[Problem to work on]: Wherever "capNear" turns up in a line of the entries below, that line counts. Say how many such lines there are, with no other words.
▶
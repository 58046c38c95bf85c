package method

import (
	"fmt"
	"math"
	"math/rand/v2"
	"testing"
)

func fitByFamily(res FitResult, fam string) FitCandidate {
	for _, c := range res.Candidates {
		if c.Family == fam {
			return c
		}
	}
	return FitCandidate{}
}

func TestFitAgainstR(t *testing.T) {
	ref := capRef(t) // R 4.2.2: MASS fitdistr, optim on the written-out likelihoods, nortest ad.test
	data := capData(t)
	keys := map[string]string{FitNormal: "normal", FitLognormal: "lognormal", FitLognormal3: "lognormal3",
		FitWeibull: "weibull", FitWeibull3: "weibull3", FitGamma: "gamma", FitGamma3: "gamma3", FitBoxCox: "boxcox"}
	for _, set := range []string{"norm50", "lnorm200", "weib3", "gamma3", "lnorm3", "small5"} {
		r := ref[set]
		res := FitDistributions(data[set], 0.95)
		if res.N != len(data[set]) || len(res.Candidates) != 8 {
			t.Fatalf("%s: %d candidates", set, len(res.Candidates))
		}
		for fam, k := range keys {
			c := fitByFamily(res, fam)
			want, ok := r[k+"_ll"]
			if !ok {
				continue
			}
			name := set + " " + fam
			if !c.Valid {
				// R's optimum ran off to a threshold far below the data (the
				// 2-parameter or normal limit): the candidate is refused.
				if th, ok := r[k+"_threshold"]; ok && th < c.base-400*(data[set][len(data[set])-1]-c.base) && c.Reason == FitReasonNoThreshold {
					continue
				}
				t.Errorf("%s not valid (%s)", name, c.Reason)
				continue
			}
			capCheck(t, name+" loglik", c.LogLik, want, 1e-8)
			capCheck(t, name+" AIC", c.AIC, 2*float64(c.NParams)-2*want, 1e-8)
			if v, ok := r[k+"_ad"]; ok {
				capCheck(t, name+" A²", c.AD, v, 2e-5)
			}
			if v, ok := r[k+"_p"]; ok {
				if !c.HasPValue {
					t.Errorf("%s: no p-value", name)
				}
				capCheck(t, name+" p", c.ADPValue, v, 2e-5)
			}
			for _, p := range []struct {
				key string
				got float64
			}{{"_mu", c.Params.Mu}, {"_sigma", c.Params.Sigma}, {"_shape", c.Params.Shape}, {"_scale", c.Params.Scale},
				{"_threshold", c.Params.Threshold}, {"_lambda", c.Params.Lambda}} {
				if v, ok := r[k+p.key]; ok {
					capCheck(t, name+p.key, p.got, v, 5e-5) // R's optimisers stop at about 1e-6
				}
			}
			if v, ok := r[k+"_q00135"]; ok {
				capCheck(t, name+" q0.135%", c.Q00135, v, 1e-10)
			}
			if v, ok := r[k+"_q99865"]; ok {
				capCheck(t, name+" q99.865%", c.Q99865, v, 1e-5)
			}
		}
	}
}

func TestFitChooser(t *testing.T) {
	data := capData(t)
	// The normal set: normal adequate and within 2 AIC units.
	res := FitDistributions(data["norm50"], 0.95)
	if res.Chosen != 0 || res.Reason != FitReasonNormalAdequate {
		t.Errorf("norm50: chosen %d %s", res.Chosen, res.Reason)
	}
	// The 3-parameter lognormal set: the normal is refused (nortest p < 1e-20).
	res = FitDistributions(data["lnorm3"], 0.95)
	if res.Chosen <= 0 || res.Reason != FitReasonLowestAIC || !res.Candidates[res.Chosen].Adequate {
		t.Errorf("lnorm3: chosen %d %s", res.Chosen, res.Reason)
	}
	for i, c := range res.Candidates {
		if c.Valid && c.Adequate && c.AIC < res.Candidates[res.Chosen].AIC {
			t.Errorf("lnorm3: candidate %d has a lower AIC", i)
		}
	}
	// Two overlapping clusters: nothing adequate, empirical percentiles.
	x := make([]float64, 0, 2000)
	rng := rand.New(rand.NewPCG(7, 11))
	for i := 0; i < 1000; i++ {
		x = append(x, 10+0.1*rng.NormFloat64(), 11+0.1*rng.NormFloat64())
	}
	res = FitDistributions(x, 0.95)
	if res.Chosen != -1 || res.Reason != FitReasonNoAdequate {
		t.Errorf("bimodal: chosen %d %s", res.Chosen, res.Reason)
	}
	e := res.Empirical
	// n = 2000: Pr{no reading below the 0.135 % point} = 0.99865^2000 = 0.067
	// > 0.025, so no order statistic is a 95 % lower limit (binomial formula).
	if e.Q00135.HasLower || !e.Q00135.HasUpper || e.Q00135.Value > e.Q00135.Upper || !(e.Q00135.Achieved >= 0.95) {
		t.Errorf("bimodal empirical 0.135 %%: %+v", e.Q00135)
	}
	if !(e.Q50.HasLower && e.Q50.HasUpper && e.Q50.Lower <= e.Q50.Value && e.Q50.Value <= e.Q50.Upper) {
		t.Errorf("bimodal empirical median: %+v", e.Q50)
	}
}

func TestFitEmpiricalAgainstR(t *testing.T) {
	ref := capRef(t) // R 4.2.2 quantile(type = 7), qbinom, pbinom
	data := capData(t)
	for _, set := range []string{"lnorm200", "weib3"} {
		x := append([]float64(nil), data[set]...)
		res := FitDistributions(x, 0.95)
		sorted := append([]float64(nil), x...)
		fitSortForTest(sorted)
		for _, q := range []FitEmpirical{res.Empirical.Q00135, res.Empirical.Q50, res.Empirical.Q99865} {
			k := fmt.Sprintf("eq_%g", q.P)
			r := ref[set]
			capCheck(t, set+" "+k, q.Value, r[k], 1e-14)
			capCheck(t, set+" "+k+" achieved", q.Achieved, r[k+"_ach"], 1e-12)
			l, u := int(r[k+"_l"]), int(r[k+"_u"])
			if l >= 1 {
				if !q.HasLower || q.LowerRank != l || q.Lower != sorted[l-1] {
					t.Errorf("%s %s lower rank %d, want %d", set, k, q.LowerRank, l)
				}
			} else if q.HasLower {
				t.Errorf("%s %s: lower should be missing", set, k)
			}
			if u <= len(x) {
				if !q.HasUpper || q.UpperRank != u || q.Upper != sorted[u-1] {
					t.Errorf("%s %s upper rank %d, want %d", set, k, q.UpperRank, u)
				}
			} else if q.HasUpper {
				t.Errorf("%s %s: upper should be missing", set, k)
			}
		}
	}
}

func fitSortForTest(x []float64) {
	for i := 1; i < len(x); i++ {
		for j := i; j > 0 && x[j] < x[j-1]; j-- {
			x[j], x[j-1] = x[j-1], x[j]
		}
	}
}

// fitCheckFinite fails when a valid candidate holds a NaN or Inf.
func fitCheckFinite(t testing.TB, res FitResult) {
	t.Helper()
	bad := func(v float64) bool { return math.IsNaN(v) || math.IsInf(v, 0) }
	for _, c := range res.Candidates {
		if !c.Valid {
			continue
		}
		p := c.Params
		for _, v := range []float64{p.Threshold, p.Mu, p.Sigma, p.Shape, p.Scale, p.Lambda, c.LogLik, c.AIC, c.AD, c.ADPValue, c.Q00135, c.Q50, c.Q99865} {
			if bad(v) {
				t.Fatalf("%s: non-finite figure in %+v", c.Family, c)
			}
		}
		if !(c.Q00135 <= c.Q50 && c.Q50 <= c.Q99865) {
			t.Fatalf("%s: quantiles out of order %+v", c.Family, c)
		}
	}
	if res.Chosen >= 0 && !res.Candidates[res.Chosen].Valid {
		t.Fatalf("chosen candidate not valid")
	}
	e := res.Empirical
	for _, q := range []FitEmpirical{e.Q00135, e.Q50, e.Q99865} {
		if bad(q.Value) || bad(q.Lower) || bad(q.Upper) || bad(q.Achieved) {
			t.Fatalf("empirical non-finite %+v", q)
		}
	}
}

func TestFitEdgeCases(t *testing.T) {
	// Constant data: nothing fitted, no NaN.
	res := FitDistributions([]float64{5, 5, 5, 5, 5, 5, 5, 5, 5, 5, 5, 5}, 0.95)
	if res.Reason != FitReasonConstant || res.Chosen != -1 {
		t.Errorf("constant: %s", res.Reason)
	}
	for _, c := range res.Candidates {
		if c.Valid || (c.Reason != FitReasonConstant) {
			t.Errorf("constant: %s %v %s", c.Family, c.Valid, c.Reason)
		}
	}
	fitCheckFinite(t, res)
	if res.Empirical.Q50.Value != 5 {
		t.Errorf("constant median %v", res.Empirical.Q50.Value)
	}
	// n = 2.
	res = FitDistributions([]float64{1, 2}, 0.95)
	fitCheckFinite(t, res)
	if !res.Candidates[0].Valid || fitByFamily(res, FitWeibull3).Reason != FitReasonTooFew {
		t.Errorf("n=2: %+v", res.Candidates)
	}
	// Negative values: positive-only families skipped with their reason,
	// the threshold families still fitted.
	data := capData(t)["gamma3"]
	neg := make([]float64, len(data))
	for i, v := range data {
		neg[i] = v - 3
	}
	res = FitDistributions(neg, 0.95)
	fitCheckFinite(t, res)
	for _, f := range []string{FitLognormal, FitWeibull, FitGamma, FitBoxCox} {
		if c := fitByFamily(res, f); c.Valid || c.Reason != FitReasonNeedsPositive {
			t.Errorf("negative data %s: %v %s", f, c.Valid, c.Reason)
		}
	}
	// The threshold families are shift-equivariant: same log-likelihood.
	pos := FitDistributions(data, 0.95)
	for _, f := range []string{FitLognormal3, FitGamma3, FitWeibull3} {
		a, b := fitByFamily(pos, f), fitByFamily(res, f)
		if !a.Valid || !b.Valid || !capNear(a.LogLik, b.LogLik, 1e-6) || !capNear(a.Params.Threshold-3, b.Params.Threshold, 1e-6) {
			t.Errorf("shift %s: %v %v %v / %v", f, a.LogLik, b.LogLik, a.Params.Threshold, b.Params.Threshold)
		}
	}
	// Huge offset: 1e9 + the normal set; the normal fit and its A² as without the offset.
	base := capData(t)["norm50"]
	off := make([]float64, len(base))
	for i, v := range base {
		off[i] = 1e9 + v
	}
	r0 := FitDistributions(base, 0.95)
	r1 := FitDistributions(off, 0.95)
	fitCheckFinite(t, r1)
	n0, n1 := r0.Candidates[0], r1.Candidates[0]
	if !capNear(n0.Params.Sigma, n1.Params.Sigma, 1e-6) || !capNear(n0.AD, n1.AD, 1e-4) || r1.Chosen != 0 {
		t.Errorf("offset: sigma %v vs %v, AD %v vs %v, chosen %d", n0.Params.Sigma, n1.Params.Sigma, n0.AD, n1.AD, r1.Chosen)
	}
	// Non-finite input.
	if res := FitDistributions([]float64{1, math.NaN()}, 0.95); res.Reason != FitReasonNonFinite || len(res.Candidates) != 0 {
		t.Errorf("NaN: %s", res.Reason)
	}
	if res := FitDistributions(nil, 0.95); res.Reason != FitReasonTooFew {
		t.Errorf("empty: %s", res.Reason)
	}
	// Invalid candidate: methods answer without NaN.
	var c FitCandidate
	if q, ok := c.Quantile(0.5); ok || q != 0 || c.CDF(1) != 0 {
		t.Error("zero candidate")
	}
	if _, err := c.ExpectedOutside(0, 1); err == nil {
		t.Error("zero candidate ExpectedOutside: no error")
	}
}

// TestFitThinning: above fitThinTo distinct values the threshold search runs
// on grouped data; the result must stay close to the search on all values.
func TestFitThinning(t *testing.T) {
	if testing.Short() {
		t.Skip("slow")
	}
	rng := rand.New(rand.NewPCG(3, 5))
	x := make([]float64, 20000)
	for i := range x {
		x[i] = 20 + math.Exp(0.5+0.5*rng.NormFloat64())
	}
	thin := FitDistributions(x, 0.95)
	old := fitThinTo
	fitThinTo = 1 << 30
	full := FitDistributions(x, 0.95)
	fitThinTo = old
	for _, f := range []string{FitLognormal3, FitWeibull3, FitGamma3, FitBoxCox} {
		a, b := fitByFamily(thin, f), fitByFamily(full, f)
		if a.Valid != b.Valid || (a.Valid && math.Abs(a.LogLik-b.LogLik) > 0.05) {
			t.Errorf("%s: thinned %v %.4f, full %v %.4f", f, a.Valid, a.LogLik, b.Valid, b.LogLik)
		}
	}
}

func FuzzFitDistributions(f *testing.F) {
	f.Add([]byte{1, 2, 3, 4, 5, 6, 7, 8, 9, 10, 11, 12}, 1.0, 0.0)
	f.Add([]byte{0, 0, 0, 0}, 1e9, 1.0)
	f.Add([]byte{200, 1, 1, 1, 1, 1, 1, 1, 1, 1, 1, 2}, 1e-9, -5.0)
	f.Fuzz(func(t *testing.T, b []byte, scale, shift float64) {
		if len(b) > 400 || math.IsNaN(scale) || math.IsInf(scale, 0) || math.IsNaN(shift) || math.IsInf(shift, 0) ||
			math.Abs(scale) > 1e100 || math.Abs(shift) > 1e100 {
			return
		}
		x := make([]float64, len(b))
		for i, v := range b {
			x[i] = shift + scale*float64(v)*float64(v)
		}
		res := FitDistributions(x, 0.95)
		fitCheckFinite(t, res)
	})
}

// Speed: the fits on 1,000,000 readings against a plain sum over the same
// data in the same run (ratio = Fit ns/op ÷ Sum ns/op).
func fitBenchData(distinct bool) []float64 {
	rng := rand.New(rand.NewPCG(1, 2))
	x := make([]float64, 1_000_000)
	for i := range x {
		v := 20 + math.Exp(0.5+0.4*rng.NormFloat64())
		if !distinct {
			v = math.Round(v*1000) / 1000 // typed with 3 decimals
		}
		x[i] = v
	}
	return x
}

func BenchmarkFitSumBaseline1M(b *testing.B) {
	x := fitBenchData(true)
	b.ResetTimer()
	var s float64
	for i := 0; i < b.N; i++ {
		for _, v := range x {
			s += v
		}
	}
	if s == 1 {
		b.Log(s)
	}
}

func BenchmarkFit1M3Decimals(b *testing.B) {
	x := fitBenchData(false)
	fitSortForBench(x)
	b.ResetTimer()
	for i := 0; i < b.N; i++ {
		FitDistributions(x, 0.95)
	}
}

func BenchmarkFit1MDistinct(b *testing.B) {
	x := fitBenchData(true)
	fitSortForBench(x)
	b.ResetTimer()
	for i := 0; i < b.N; i++ {
		FitDistributions(x, 0.95)
	}
}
◀
[Your solution]: 2